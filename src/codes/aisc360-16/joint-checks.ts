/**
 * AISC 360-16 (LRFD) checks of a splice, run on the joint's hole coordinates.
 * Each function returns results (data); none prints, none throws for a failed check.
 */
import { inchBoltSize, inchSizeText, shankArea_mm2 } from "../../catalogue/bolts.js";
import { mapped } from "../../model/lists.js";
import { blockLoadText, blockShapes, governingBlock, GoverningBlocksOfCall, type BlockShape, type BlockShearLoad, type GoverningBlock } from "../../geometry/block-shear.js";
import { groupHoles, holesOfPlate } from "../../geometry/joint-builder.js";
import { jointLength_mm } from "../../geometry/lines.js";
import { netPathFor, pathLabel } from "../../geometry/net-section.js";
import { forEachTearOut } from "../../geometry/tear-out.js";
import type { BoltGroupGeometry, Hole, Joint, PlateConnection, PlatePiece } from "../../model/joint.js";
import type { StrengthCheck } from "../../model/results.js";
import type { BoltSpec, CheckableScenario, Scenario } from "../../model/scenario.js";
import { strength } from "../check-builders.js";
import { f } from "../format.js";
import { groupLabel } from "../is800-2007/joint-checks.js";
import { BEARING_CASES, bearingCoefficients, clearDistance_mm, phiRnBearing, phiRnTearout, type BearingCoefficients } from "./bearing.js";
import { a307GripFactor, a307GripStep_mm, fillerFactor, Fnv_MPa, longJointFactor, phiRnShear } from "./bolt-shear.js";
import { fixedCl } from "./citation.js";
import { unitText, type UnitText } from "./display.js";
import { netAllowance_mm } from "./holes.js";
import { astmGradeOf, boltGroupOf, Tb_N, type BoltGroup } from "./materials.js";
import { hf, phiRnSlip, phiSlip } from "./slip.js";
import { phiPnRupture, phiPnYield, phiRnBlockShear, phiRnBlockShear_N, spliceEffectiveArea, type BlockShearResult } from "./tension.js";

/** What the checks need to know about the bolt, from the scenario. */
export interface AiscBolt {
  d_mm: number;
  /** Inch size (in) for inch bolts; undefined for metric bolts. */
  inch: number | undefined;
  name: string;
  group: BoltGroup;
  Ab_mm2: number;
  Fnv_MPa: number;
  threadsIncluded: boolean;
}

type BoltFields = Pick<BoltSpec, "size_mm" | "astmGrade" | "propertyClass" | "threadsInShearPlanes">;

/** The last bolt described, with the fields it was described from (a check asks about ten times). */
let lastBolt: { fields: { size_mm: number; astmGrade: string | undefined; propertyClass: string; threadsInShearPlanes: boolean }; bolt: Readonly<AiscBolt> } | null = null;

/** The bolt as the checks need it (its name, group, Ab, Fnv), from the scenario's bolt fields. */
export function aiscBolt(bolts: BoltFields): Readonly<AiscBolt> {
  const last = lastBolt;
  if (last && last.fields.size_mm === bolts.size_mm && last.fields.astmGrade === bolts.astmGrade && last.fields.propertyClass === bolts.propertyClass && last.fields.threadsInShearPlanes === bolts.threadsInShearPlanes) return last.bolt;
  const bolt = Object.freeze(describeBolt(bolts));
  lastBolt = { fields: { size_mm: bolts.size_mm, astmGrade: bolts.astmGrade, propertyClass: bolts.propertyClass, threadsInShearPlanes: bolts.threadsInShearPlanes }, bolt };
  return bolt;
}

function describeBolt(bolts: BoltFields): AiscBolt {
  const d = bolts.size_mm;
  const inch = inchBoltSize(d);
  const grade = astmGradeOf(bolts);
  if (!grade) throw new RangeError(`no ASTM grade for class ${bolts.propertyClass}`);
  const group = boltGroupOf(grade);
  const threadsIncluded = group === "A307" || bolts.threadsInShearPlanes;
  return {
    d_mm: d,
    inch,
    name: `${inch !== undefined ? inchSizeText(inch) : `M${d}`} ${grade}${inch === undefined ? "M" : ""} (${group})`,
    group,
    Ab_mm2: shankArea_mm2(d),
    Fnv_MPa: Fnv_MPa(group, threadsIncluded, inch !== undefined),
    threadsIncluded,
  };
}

_Directions for this task_.
The answer should be the complete set of records, printed exactly.

_Output_.
filename src/codes/aisc360-16/joint-checks.ts
/**
 * AISC 360-16 (LRFD) checks of a splice, run on the joint's hole coordinates.
 * Each function returns results (data); none prints, none throws for a failed check.
 */
import { inchBoltSize, inchSizeText, shankArea_mm2 } from "../../catalogue/bolts.js";
import { mapped } from "../../model/lists.js";
import { blockLoadText, blockShapes, governingBlock, GoverningBlocksOfCall, type BlockShape, type BlockShearLoad, type GoverningBlock } from "../../geometry/block-shear.js";
import { groupHoles, holesOfPlate } from "../../geometry/joint-builder.js";
import { jointLength_mm } from "../../geometry/lines.js";
import { netPathFor, pathLabel } from "../../geometry/net-section.js";
import { forEachTearOut } from "../../geometry/tear-out.js";
import type { BoltGroupGeometry, Hole, Joint, PlateConnection, PlatePiece } from "../../model/joint.js";
import type { StrengthCheck } from "../../model/results.js";
import type { BoltSpec, CheckableScenario, Scenario } from "../../model/scenario.js";
import { strength } from "../check-builders.js";
import { f } from "../format.js";
import { groupLabel } from "../is800-2007/joint-checks.js";
import { BEARING_CASES, bearingCoefficients, clearDistance_mm, phiRnBearing, phiRnTearout, type BearingCoefficients } from "./bearing.js";
import { a307GripFactor, a307GripStep_mm, fillerFactor, Fnv_MPa, longJointFactor, phiRnShear } from "./bolt-shear.js";
import { fixedCl } from "./citation.js";
import { unitText, type UnitText } from "./display.js";
import { netAllowance_mm } from "./holes.js";
import { astmGradeOf, boltGroupOf, Tb_N, type BoltGroup } from "./materials.js";
import { hf, phiRnSlip, phiSlip } from "./slip.js";
import { phiPnRupture, phiPnYield, phiRnBlockShear, phiRnBlockShear_N, spliceEffectiveArea, type BlockShearResult } from "./tension.js";

/** What the checks need to know about the bolt, from the scenario. */
export interface AiscBolt {
  d_mm: number;
  /** Inch size (in) for inch bolts; undefined for metric bolts. */
  inch: number | undefined;
  name: string;
  group: BoltGroup;
  Ab_mm2: number;
  Fnv_MPa: number;
  threadsIncluded: boolean;
}

type BoltFields = Pick<BoltSpec, "size_mm" | "astmGrade" | "propertyClass" | "threadsInShearPlanes">;

/** The last bolt described, with the fields it was described from (a check asks about ten times). */
let lastBolt: { fields: { size_mm: number; astmGrade: string | undefined; propertyClass: string; threadsInShearPlanes: boolean }; bolt: Readonly<AiscBolt> } | null = null;

/** The bolt as the checks need it (its name, group, Ab, Fnv), from the scenario's bolt fields. */
export function aiscBolt(bolts: BoltFields): Readonly<AiscBolt> {
  const last = lastBolt;
  if (last && last.fields.size_mm === bolts.size_mm && last.fields.astmGrade === bolts.astmGrade && last.fields.propertyClass === bolts.propertyClass && last.fields.threadsInShearPlanes === bolts.threadsInShearPlanes) return last.bolt;
  const bolt = Object.freeze(describeBolt(bolts));
  lastBolt = { fields: { size_mm: bolts.size_mm, astmGrade: bolts.astmGrade, propertyClass: bolts.propertyClass, threadsInShearPlanes: bolts.threadsInShearPlanes }, bolt };
  return bolt;
}

function describeBolt(bolts: BoltFields): AiscBolt {
  const d = bolts.size_mm;
  const inch = inchBoltSize(d);
  const grade = astmGradeOf(bolts);
  if (!grade) throw new RangeError(`no ASTM grade for class ${bolts.propertyClass}`);
  const group = boltGroupOf(grade);
  const threadsIncluded = group === "A307" || bolts.threadsInShearPlanes;
  return {
    d_mm: d,
    inch,
    name: `${inch !== undefined ? inchSizeText(inch) : `M${d}`} ${grade}${inch === undefined ? "M" : ""} (${group})`,
    group,
    Ab_mm2: shankArea_mm2(d),
    Fnv_MPa: Fnv_MPa(group, threadsIncluded, inch !== undefined),
    threadsIncluded,
  };
}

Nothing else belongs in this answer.